Stored data entries:
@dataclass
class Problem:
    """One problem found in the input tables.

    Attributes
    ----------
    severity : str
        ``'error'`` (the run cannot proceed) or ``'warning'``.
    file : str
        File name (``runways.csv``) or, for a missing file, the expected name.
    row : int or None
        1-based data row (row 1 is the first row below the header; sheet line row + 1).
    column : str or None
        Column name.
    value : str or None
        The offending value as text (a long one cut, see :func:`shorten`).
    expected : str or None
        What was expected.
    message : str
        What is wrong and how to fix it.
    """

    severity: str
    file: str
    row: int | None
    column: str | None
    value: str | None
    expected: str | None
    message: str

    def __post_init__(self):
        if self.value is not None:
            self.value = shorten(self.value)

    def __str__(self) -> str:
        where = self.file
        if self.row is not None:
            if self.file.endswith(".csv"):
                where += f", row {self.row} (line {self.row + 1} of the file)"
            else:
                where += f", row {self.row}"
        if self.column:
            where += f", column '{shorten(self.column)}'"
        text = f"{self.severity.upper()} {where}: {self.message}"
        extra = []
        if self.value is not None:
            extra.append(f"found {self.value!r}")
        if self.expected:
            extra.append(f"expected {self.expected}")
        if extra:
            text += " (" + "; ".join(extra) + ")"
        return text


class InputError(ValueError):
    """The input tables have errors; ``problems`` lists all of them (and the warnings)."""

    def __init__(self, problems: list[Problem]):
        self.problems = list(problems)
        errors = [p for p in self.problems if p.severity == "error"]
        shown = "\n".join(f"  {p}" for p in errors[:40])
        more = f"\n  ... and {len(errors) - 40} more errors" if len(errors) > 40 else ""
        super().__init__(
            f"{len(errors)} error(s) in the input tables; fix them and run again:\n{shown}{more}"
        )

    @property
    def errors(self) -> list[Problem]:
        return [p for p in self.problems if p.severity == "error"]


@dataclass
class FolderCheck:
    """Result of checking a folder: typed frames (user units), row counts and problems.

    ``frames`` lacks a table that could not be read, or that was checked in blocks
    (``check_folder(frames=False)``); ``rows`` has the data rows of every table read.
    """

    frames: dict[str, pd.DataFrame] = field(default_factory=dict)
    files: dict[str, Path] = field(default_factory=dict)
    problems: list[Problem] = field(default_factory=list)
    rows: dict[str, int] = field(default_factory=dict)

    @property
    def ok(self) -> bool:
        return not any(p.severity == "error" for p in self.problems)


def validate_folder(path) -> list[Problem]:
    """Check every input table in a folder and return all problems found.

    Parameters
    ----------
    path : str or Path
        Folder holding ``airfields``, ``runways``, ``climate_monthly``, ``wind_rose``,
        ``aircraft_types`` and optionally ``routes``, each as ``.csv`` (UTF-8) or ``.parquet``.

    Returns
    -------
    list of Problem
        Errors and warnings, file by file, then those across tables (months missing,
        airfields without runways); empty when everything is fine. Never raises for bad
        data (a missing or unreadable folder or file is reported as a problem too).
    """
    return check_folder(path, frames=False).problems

--

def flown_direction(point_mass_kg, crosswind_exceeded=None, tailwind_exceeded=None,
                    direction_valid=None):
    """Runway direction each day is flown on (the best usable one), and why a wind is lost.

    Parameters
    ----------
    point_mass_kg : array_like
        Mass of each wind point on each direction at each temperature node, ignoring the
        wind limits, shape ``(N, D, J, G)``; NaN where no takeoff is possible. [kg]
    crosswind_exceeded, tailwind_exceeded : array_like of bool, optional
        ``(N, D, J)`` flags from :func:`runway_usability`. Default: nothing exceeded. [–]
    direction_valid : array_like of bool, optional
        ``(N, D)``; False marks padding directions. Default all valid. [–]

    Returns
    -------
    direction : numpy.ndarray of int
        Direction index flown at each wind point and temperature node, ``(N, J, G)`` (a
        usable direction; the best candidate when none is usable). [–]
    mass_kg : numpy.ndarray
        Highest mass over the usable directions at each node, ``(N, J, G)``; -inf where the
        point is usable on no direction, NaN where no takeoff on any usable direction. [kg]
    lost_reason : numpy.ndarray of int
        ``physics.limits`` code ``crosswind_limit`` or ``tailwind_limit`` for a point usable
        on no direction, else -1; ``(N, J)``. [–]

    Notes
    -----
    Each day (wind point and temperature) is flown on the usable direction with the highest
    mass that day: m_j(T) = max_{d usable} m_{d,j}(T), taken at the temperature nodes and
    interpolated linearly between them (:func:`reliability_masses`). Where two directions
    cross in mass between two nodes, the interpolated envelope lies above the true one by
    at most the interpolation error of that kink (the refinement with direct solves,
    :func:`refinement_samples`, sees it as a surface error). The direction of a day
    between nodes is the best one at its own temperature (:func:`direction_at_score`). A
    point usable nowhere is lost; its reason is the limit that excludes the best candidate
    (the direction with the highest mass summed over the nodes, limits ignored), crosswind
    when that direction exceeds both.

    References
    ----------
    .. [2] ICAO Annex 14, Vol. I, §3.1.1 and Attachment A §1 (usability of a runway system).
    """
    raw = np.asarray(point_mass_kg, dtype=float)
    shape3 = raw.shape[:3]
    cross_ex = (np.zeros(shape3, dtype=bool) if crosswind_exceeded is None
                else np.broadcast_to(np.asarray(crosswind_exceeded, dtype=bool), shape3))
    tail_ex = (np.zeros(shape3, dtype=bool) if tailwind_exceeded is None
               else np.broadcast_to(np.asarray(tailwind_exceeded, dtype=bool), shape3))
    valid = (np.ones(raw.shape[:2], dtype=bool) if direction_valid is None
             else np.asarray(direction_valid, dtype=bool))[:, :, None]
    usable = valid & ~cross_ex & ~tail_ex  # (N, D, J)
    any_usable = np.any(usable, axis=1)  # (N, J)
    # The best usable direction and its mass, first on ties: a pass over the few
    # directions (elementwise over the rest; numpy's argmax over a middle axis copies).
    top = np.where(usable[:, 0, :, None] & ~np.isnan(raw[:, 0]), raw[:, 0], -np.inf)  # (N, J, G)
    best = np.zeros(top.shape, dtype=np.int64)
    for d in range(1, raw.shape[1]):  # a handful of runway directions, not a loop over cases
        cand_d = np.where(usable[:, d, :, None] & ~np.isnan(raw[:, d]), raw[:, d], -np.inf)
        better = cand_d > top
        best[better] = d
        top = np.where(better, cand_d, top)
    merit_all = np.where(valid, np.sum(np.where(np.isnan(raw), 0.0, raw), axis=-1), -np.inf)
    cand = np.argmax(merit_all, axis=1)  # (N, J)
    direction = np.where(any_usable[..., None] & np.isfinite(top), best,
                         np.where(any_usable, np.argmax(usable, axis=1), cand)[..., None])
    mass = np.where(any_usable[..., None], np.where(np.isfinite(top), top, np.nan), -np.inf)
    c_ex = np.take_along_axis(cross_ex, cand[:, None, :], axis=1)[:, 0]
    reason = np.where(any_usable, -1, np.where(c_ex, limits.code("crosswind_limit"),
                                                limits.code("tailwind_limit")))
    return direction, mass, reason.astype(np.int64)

- WHAT IS NEEDED: Every line that holds the word "severity" should be copied from the records above.

- YOUR RESPONSE:
    severity : str
    severity: str
        text = f"{self.severity.upper()} {where}: {self.message}"
        errors = [p for p in self.problems if p.severity == "error"]
        return [p for p in self.problems if p.severity == "error"]
        return not any(p.severity == "error" for p in self.problems)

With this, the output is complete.